# messed up my zipper installed Philips DSR 704 DirecTV TiVo DVR with software upgrade



## cmeisel (Jan 6, 2006)

I had my Philips DSR 704 DirecTV TiVo DVR set up perfectly, with the zipper installed and it connected to my home network. 
My world was perfect until I decided to install the new tivowebplus. Somehow I had the dumb idea to upgrade and take on the project to rename all directories to TivoWebPlus (so I could then use the auto install service in the new tivowebplus, which only works when the directory is the upper case version. When that failed I named them all back to tivowebplus and it all worked, but I could only browse to the tivo when I used telnet and started tivowebplus manually. Then I browsed to backup your season pass, did it and the machine rebooted. ever since then I can't telnet, ftp or browse to the DVR anymore. I can ping it, so it is conencted to the network but it seems none of the services have started. what can I do ?
Is there any other way to connect to it and try to fix it ? I want to try and avoid removing the harddrive to fix it.
Please, any help is much appreciated.

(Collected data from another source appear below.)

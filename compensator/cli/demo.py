"""``compensator demo``: the main job on the bundled demo profiles.

The scenario: outdoor radiation monitors in mountain huts, enclosure
temperature -25 to +45 C; three invented SiPM types on two invented boards.
"""

from __future__ import annotations

import sys
from pathlib import Path

import numpy as np

from compensator.cli._common import add_json_flag, format_table, print_json
from compensator.errors import InputError, Problem
from compensator.physics.sipm import evaluate, gain
from compensator.physics.supply import sipm_bias_v
from compensator.profiles import load_board, load_sipm

ORDER = 1

#: (sipm profile, board profile, nominal overvoltage in volt) of each demo instrument.
DEMO_INSTRUMENTS = (
    ("hut-sipm-a.yaml", "hut-board-ntc.yaml", 3.0),
    ("hut-sipm-b.yaml", "hut-board-pt1000.yaml", 4.0),
    ("hut-sipm-c.yaml", "hut-board-pt1000.yaml", 5.0),
)

SAFETY = (
    "caution: SiPM bias supplies deliver tens of volts (above 60 V dc is hazardous live under IEC 61010-1 in dry "
    "conditions); coolers can overheat an unsinked hot side or drive a cold plate below the dew point. These are "
    "models for planning; wiring, enclosures and field installation follow local codes and licensed practice."
)


def register(subparsers) -> None:
    parser = subparsers.add_parser("demo", help="run the main job on the bundled demo profiles")
    parser.add_argument("--profiles", default="hardware_profiles", metavar="DIR",
                        help="directory holding the demo profiles (default: hardware_profiles)")
    parser.add_argument("--step-c", type=float, default=10.0, metavar="K",
                        help="temperature step of the printed tables, kelvin (default 10)")
    add_json_flag(parser)
    parser.set_defaults(handler=run)


def instrument_model(sipm_profile, board_profile, overvoltage_v: float, temps_c) -> dict:
    """The demo instrument's model over temperature: uncompensated drift and the constant-overvoltage bias.

    The uncompensated bias is the one giving ``overvoltage_v`` at 25 C and held
    fixed; the compensated bias follows the breakdown voltage and adds back the
    series-resistor drop at the modelled dark current.
    """
    device = sipm_profile.device
    supply = board_profile.supply
    temps_c = np.asarray(temps_c, dtype=float)
    fixed_bias_v = float(device.breakdown.breakdown_v(25.0)) + overvoltage_v
    fixed = evaluate(device, temps_c, bias_v=fixed_bias_v)
    nominal_gain = float(gain(device, fixed_bias_v, 25.0))
    held = evaluate(device, temps_c, overvoltage_v=overvoltage_v)
    # Supply output that puts the wanted bias on the sensor despite the filter resistor.
    supply_v = held.bias_v + supply.drop_v(held.current_a)
    at_sensor_v = sipm_bias_v(supply, device, supply_v, temps_c)
    held_gain = gain(device, at_sensor_v, temps_c)
    return {
        "temp_c": temps_c,
        "breakdown_v": held.breakdown_v,
        "adc_code": board_profile.temperature.adc_code(temps_c),
        "fixed_bias_v": fixed_bias_v,
        "fixed_gain_error_pct": 100.0 * (fixed.gain / nominal_gain - 1.0),
        "compensated_supply_v": supply_v,
        "compensated_dac_code": supply.dac_code(supply_v),
        "series_drop_mv": 1e3 * supply.drop_v(held.current_a),
        "compensated_gain_error_pct": 100.0 * (held_gain / nominal_gain - 1.0),
        "dark_rate_khz": held.dark_rate_hz / 1e3,
    }


def run(args) -> int:
    root = Path(args.profiles)
    print(SAFETY, file=sys.stderr)
    lo_c, hi_c = -25.0, 45.0
    temps_c = np.arange(lo_c, hi_c + 1e-9, args.step_c)
    report = []
    for sipm_name, board_name, ov in DEMO_INSTRUMENTS:
        paths = [root / sipm_name, root / board_name]
        for p in paths:
            if not p.is_file():
                raise InputError(Problem(str(p), 0, "", "demo profile not found (run from the project's top folder "
                                                         "or pass --profiles DIR)"))
        sipm_profile, board_profile = load_sipm(paths[0]), load_board(paths[1])
        model = instrument_model(sipm_profile, board_profile, ov, temps_c)
        report.append({"sipm": sipm_profile.name, "board": board_profile.name, "overvoltage_v": ov, **model})
        if args.json:
            continue
        device = sipm_profile.device
        print(f"\n== {sipm_profile.name} on {board_profile.name}: Vbd {device.breakdown.breakdown_v_at_ref:g} V at "
              f"{device.breakdown.ref_temp_c:g} C, {device.breakdown.tempco_mv_per_k:g} mV/K, overvoltage {ov:g} V")
        print(format_table(
            list(zip(model["temp_c"], model["breakdown_v"], model["adc_code"].tolist(), model["fixed_gain_error_pct"],
                     model["compensated_supply_v"], model["compensated_dac_code"].tolist(), model["series_drop_mv"],
                     model["compensated_gain_error_pct"], model["dark_rate_khz"])),
            ["temp_c", "breakdown_v", "temp_adc_code", "fixed_bias_gain_%", "comp_supply_v", "comp_dac_code",
             "series_drop_mv", "comp_gain_%", "dark_khz"],
            [".1f", ".3f", "d", "+.2f", ".4f", "d", ".2f", "+.3f", ".1f"]))
        swing = np.ptp(model["fixed_gain_error_pct"])
        print(f"gain swing at fixed bias {model['fixed_bias_v']:.3f} V: {swing:.1f} % over {lo_c:g}..{hi_c:g} C; "
              f"with constant-overvoltage bias: {np.ptp(model['compensated_gain_error_pct']):.3f} %")
    if args.json:
        print_json({"scenario": "mountain-hut radiation monitors, enclosure -25 to +45 C", "instruments": report})
    return 0
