def law_from_args(args):
    """Load the profiles and build the law the arguments of :func:`add_law_arguments` describe.

    Parameters
    ----------
    args : argparse.Namespace
        Parsed arguments.

    Returns
    -------
    (SipmProfile, BoardProfile, CompensationLaw)
    """
    from compensator.errors import ModelError
    from compensator.law.laws import build_law
    from compensator.profiles import load_board, load_sipm

    sipm = load_sipm(args.sipm)
    board = load_board(args.board)
    try:
        law = build_law(sipm, board, args.overvoltage_v, kind=args.law, photon_rate_hz=args.photon_rate_hz,
                        drop_correction=drop_correction_from_args(args),
                        breakdown_offset_v=getattr(args, "breakdown_offset_v", None))
    except ModelError as exc:
        raise locate_law_error(exc, args.sipm) from None
    return sipm, board, law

I can purchase whatever cable might be needed to connect any other way to the unit.

thanks

claus


----------



## cmeisel (Jan 6, 2006)

nobody has any advice for me what to do ?
thanks

claus


----------



## BTUx9 (Nov 13, 2003)

most likely, it's not TWP but the reboot which screwed up your installation... when editing to change which TWP got run at boot, you probably messed something up (the most common mistake is that rc.sysinit.author is no longer executable)
Unfortunately, unless you have a serial cable AND changed the prom password, you will most likely have to pull the drive again, to fix the mistake


----------